● **The task**: Your task is to repeat each record verbatim, exactly as it was written.

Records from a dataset

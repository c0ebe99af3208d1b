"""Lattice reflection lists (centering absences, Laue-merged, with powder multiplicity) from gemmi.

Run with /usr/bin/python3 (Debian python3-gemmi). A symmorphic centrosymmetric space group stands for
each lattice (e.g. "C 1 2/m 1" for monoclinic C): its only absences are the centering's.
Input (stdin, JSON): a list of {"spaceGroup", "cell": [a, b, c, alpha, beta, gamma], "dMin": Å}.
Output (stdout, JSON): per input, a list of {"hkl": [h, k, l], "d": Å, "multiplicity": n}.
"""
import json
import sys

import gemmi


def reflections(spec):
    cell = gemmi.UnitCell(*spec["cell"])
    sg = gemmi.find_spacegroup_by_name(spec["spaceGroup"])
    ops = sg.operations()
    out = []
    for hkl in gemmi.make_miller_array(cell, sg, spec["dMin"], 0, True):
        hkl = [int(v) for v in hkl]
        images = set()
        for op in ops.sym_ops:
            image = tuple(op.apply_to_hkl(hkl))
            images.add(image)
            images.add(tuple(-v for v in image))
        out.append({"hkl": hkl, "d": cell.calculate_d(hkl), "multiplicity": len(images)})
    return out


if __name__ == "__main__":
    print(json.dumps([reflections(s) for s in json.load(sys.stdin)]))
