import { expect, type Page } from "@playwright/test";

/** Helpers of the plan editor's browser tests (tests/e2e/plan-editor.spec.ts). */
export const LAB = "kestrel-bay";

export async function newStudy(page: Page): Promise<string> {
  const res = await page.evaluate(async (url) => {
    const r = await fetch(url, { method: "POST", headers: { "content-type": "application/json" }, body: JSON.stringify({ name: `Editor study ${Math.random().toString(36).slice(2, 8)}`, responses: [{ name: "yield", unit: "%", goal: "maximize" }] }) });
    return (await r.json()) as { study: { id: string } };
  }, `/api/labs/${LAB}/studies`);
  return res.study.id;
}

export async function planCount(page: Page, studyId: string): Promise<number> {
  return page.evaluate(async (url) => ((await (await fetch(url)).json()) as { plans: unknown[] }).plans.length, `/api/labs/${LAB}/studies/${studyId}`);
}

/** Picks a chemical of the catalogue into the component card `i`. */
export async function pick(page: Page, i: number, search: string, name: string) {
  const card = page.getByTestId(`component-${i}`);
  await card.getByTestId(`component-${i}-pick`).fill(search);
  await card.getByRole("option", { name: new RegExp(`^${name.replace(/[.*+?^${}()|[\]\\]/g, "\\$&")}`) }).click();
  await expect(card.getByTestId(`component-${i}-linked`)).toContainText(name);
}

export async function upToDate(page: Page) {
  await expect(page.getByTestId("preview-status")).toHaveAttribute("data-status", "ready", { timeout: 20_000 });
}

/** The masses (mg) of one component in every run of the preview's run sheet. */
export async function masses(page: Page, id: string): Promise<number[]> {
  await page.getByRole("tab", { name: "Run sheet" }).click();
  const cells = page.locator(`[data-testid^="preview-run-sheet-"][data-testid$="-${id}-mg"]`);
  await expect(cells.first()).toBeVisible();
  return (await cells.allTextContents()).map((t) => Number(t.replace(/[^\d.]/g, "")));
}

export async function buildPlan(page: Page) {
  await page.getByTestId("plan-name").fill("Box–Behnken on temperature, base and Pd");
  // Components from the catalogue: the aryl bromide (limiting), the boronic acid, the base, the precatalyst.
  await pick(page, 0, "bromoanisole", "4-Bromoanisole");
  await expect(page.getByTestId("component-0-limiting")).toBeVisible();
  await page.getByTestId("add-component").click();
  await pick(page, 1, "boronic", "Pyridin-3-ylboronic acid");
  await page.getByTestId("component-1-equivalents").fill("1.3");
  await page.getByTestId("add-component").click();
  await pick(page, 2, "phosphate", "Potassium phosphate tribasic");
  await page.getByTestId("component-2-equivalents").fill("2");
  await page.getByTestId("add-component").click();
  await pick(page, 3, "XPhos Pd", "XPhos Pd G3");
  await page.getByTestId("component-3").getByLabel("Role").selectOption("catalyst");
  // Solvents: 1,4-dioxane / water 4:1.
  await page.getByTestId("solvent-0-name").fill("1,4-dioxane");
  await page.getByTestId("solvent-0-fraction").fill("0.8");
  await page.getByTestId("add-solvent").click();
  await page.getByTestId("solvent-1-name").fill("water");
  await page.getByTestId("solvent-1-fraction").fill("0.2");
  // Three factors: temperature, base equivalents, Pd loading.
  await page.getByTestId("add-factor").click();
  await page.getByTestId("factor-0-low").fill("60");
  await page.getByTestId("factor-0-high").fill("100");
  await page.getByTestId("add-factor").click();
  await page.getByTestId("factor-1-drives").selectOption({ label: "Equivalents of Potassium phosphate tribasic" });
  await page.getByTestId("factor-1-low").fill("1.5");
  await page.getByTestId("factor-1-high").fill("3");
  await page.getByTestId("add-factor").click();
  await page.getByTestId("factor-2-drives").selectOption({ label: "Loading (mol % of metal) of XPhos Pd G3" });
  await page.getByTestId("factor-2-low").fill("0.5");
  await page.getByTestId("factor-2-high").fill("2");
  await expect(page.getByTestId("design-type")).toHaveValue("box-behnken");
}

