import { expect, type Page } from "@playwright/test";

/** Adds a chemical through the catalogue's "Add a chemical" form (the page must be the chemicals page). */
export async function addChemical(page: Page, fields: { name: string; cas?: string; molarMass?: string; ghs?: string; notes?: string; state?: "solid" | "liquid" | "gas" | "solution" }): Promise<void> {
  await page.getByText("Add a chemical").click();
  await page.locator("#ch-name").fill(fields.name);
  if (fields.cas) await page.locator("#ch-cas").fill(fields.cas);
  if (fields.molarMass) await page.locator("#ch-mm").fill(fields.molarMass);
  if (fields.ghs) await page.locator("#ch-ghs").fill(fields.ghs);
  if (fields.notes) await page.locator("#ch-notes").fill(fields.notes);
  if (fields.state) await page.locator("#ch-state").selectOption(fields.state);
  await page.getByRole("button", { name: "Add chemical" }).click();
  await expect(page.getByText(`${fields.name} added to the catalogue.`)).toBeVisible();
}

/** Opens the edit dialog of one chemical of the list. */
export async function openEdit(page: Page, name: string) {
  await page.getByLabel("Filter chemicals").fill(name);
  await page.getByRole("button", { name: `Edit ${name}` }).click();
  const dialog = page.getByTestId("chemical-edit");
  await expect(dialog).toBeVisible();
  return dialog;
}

● **Finished exercise**:
repository c0ebe99af3208d1b
"""Lattice reflection lists (centering absences, Laue-merged, with powder multiplicity) from gemmi.

Run with /usr/bin/python3 (Debian python3-gemmi). A symmorphic centrosymmetric space group stands for
each lattice (e.g. "C 1 2/m 1" for monoclinic C): its only absences are the centering's.
Input (stdin, JSON): a list of {"spaceGroup", "cell": [a, b, c, alpha, beta, gamma], "dMin": Å}.
Output (stdout, JSON): per input, a list of {"hkl": [h, k, l], "d": Å, "multiplicity": n}.
"""
import json
import sys

import gemmi


def reflections(spec):
    cell = gemmi.UnitCell(*spec["cell"])
    sg = gemmi.find_spacegroup_by_name(spec["spaceGroup"])
    ops = sg.operations()
    out = []
    for hkl in gemmi.make_miller_array(cell, sg, spec["dMin"], 0, True):
        hkl = [int(v) for v in hkl]
        images = set()
        for op in ops.sym_ops:
            image = tuple(op.apply_to_hkl(hkl))
            images.add(image)
            images.add(tuple(-v for v in image))
        out.append({"hkl": hkl, "d": cell.calculate_d(hkl), "multiplicity": len(images)})
    return out


if __name__ == "__main__":
    print(json.dumps([reflections(s) for s in json.load(sys.stdin)]))
import { expect, type Page } from "@playwright/test";

/** Helpers of the plan editor's browser tests (tests/e2e/plan-editor.spec.ts). */
export const LAB = "kestrel-bay";

export async function newStudy(page: Page): Promise<string> {
  const res = await page.evaluate(async (url) => {
    const r = await fetch(url, { method: "POST", headers: { "content-type": "application/json" }, body: JSON.stringify({ name: `Editor study ${Math.random().toString(36).slice(2, 8)}`, responses: [{ name: "yield", unit: "%", goal: "maximize" }] }) });
    return (await r.json()) as { study: { id: string } };
  }, `/api/labs/${LAB}/studies`);
  return res.study.id;
}

export async function planCount(page: Page, studyId: string): Promise<number> {
  return page.evaluate(async (url) => ((await (await fetch(url)).json()) as { plans: unknown[] }).plans.length, `/api/labs/${LAB}/studies/${studyId}`);
}

/** Picks a chemical of the catalogue into the component card `i`. */
export async function pick(page: Page, i: number, search: string, name: string) {
  const card = page.getByTestId(`component-${i}`);
  await card.getByTestId(`component-${i}-pick`).fill(search);
  await card.getByRole("option", { name: new RegExp(`^${name.replace(/[.*+?^${}()|[\]\\]/g, "\\$&")}`) }).click();
  await expect(card.getByTestId(`component-${i}-linked`)).toContainText(name);
}

export async function upToDate(page: Page) {
  await expect(page.getByTestId("preview-status")).toHaveAttribute("data-status", "ready", { timeout: 20_000 });
}

/** The masses (mg) of one component in every run of the preview's run sheet. */
export async function masses(page: Page, id: string): Promise<number[]> {
  await page.getByRole("tab", { name: "Run sheet" }).click();
  const cells = page.locator(`[data-testid^="preview-run-sheet-"][data-testid$="-${id}-mg"]`);
  await expect(cells.first()).toBeVisible();
  return (await cells.allTextContents()).map((t) => Number(t.replace(/[^\d.]/g, "")));
}

export async function buildPlan(page: Page) {
  await page.getByTestId("plan-name").fill("Box–Behnken on temperature, base and Pd");
  // Components from the catalogue: the aryl bromide (limiting), the boronic acid, the base, the precatalyst.
  await pick(page, 0, "bromoanisole", "4-Bromoanisole");
  await expect(page.getByTestId("component-0-limiting")).toBeVisible();
  await page.getByTestId("add-component").click();
  await pick(page, 1, "boronic", "Pyridin-3-ylboronic acid");
  await page.getByTestId("component-1-equivalents").fill("1.3");
  await page.getByTestId("add-component").click();
  await pick(page, 2, "phosphate", "Potassium phosphate tribasic");
  await page.getByTestId("component-2-equivalents").fill("2");
  await page.getByTestId("add-component").click();
  await pick(page, 3, "XPhos Pd", "XPhos Pd G3");
  await page.getByTestId("component-3").getByLabel("Role").selectOption("catalyst");
  // Solvents: 1,4-dioxane / water 4:1.
  await page.getByTestId("solvent-0-name").fill("1,4-dioxane");
  await page.getByTestId("solvent-0-fraction").fill("0.8");
  await page.getByTestId("add-solvent").click();
  await page.getByTestId("solvent-1-name").fill("water");
  await page.getByTestId("solvent-1-fraction").fill("0.2");
  // Three factors: temperature, base equivalents, Pd loading.
  await page.getByTestId("add-factor").click();
  await page.getByTestId("factor-0-low").fill("60");
  await page.getByTestId("factor-0-high").fill("100");
  await page.getByTestId("add-factor").click();
  await page.getByTestId("factor-1-drives").selectOption({ label: "Equivalents of Potassium phosphate tribasic" });
  await page.getByTestId("factor-1-low").fill("1.5");
  await page.getByTestId("factor-1-high").fill("3");
  await page.getByTestId("add-factor").click();
  await page.getByTestId("factor-2-drives").selectOption({ label: "Loading (mol % of metal) of XPhos Pd G3" });
  await page.getByTestId("factor-2-low").fill("0.5");
  await page.getByTestId("factor-2-high").fill("2");
  await expect(page.getByTestId("design-type")).toHaveValue("box-behnken");
}

import { expect, type Page } from "@playwright/test";

/** Adds a chemical through the catalogue's "Add a chemical" form (the page must be the chemicals page). */
export async function addChemical(page: Page, fields: { name: string; cas?: string; molarMass?: string; ghs?: string; notes?: string; state?: "solid" | "liquid" | "gas" | "solution" }): Promise<void> {
  await page.getByText("Add a chemical").click();
  await page.locator("#ch-name").fill(fields.name);
  if (fields.cas) await page.locator("#ch-cas").fill(fields.cas);
  if (fields.molarMass) await page.locator("#ch-mm").fill(fields.molarMass);
  if (fields.ghs) await page.locator("#ch-ghs").fill(fields.ghs);
  if (fields.notes) await page.locator("#ch-notes").fill(fields.notes);
  if (fields.state) await page.locator("#ch-state").selectOption(fields.state);
  await page.getByRole("button", { name: "Add chemical" }).click();
  await expect(page.getByText(`${fields.name} added to the catalogue.`)).toBeVisible();
}

/** Opens the edit dialog of one chemical of the list. */
export async function openEdit(page: Page, name: string) {
  await page.getByLabel("Filter chemicals").fill(name);
  await page.getByRole("button", { name: `Edit ${name}` }).click();
  const dialog = page.getByTestId("chemical-edit");
  await expect(dialog).toBeVisible();
  return dialog;
}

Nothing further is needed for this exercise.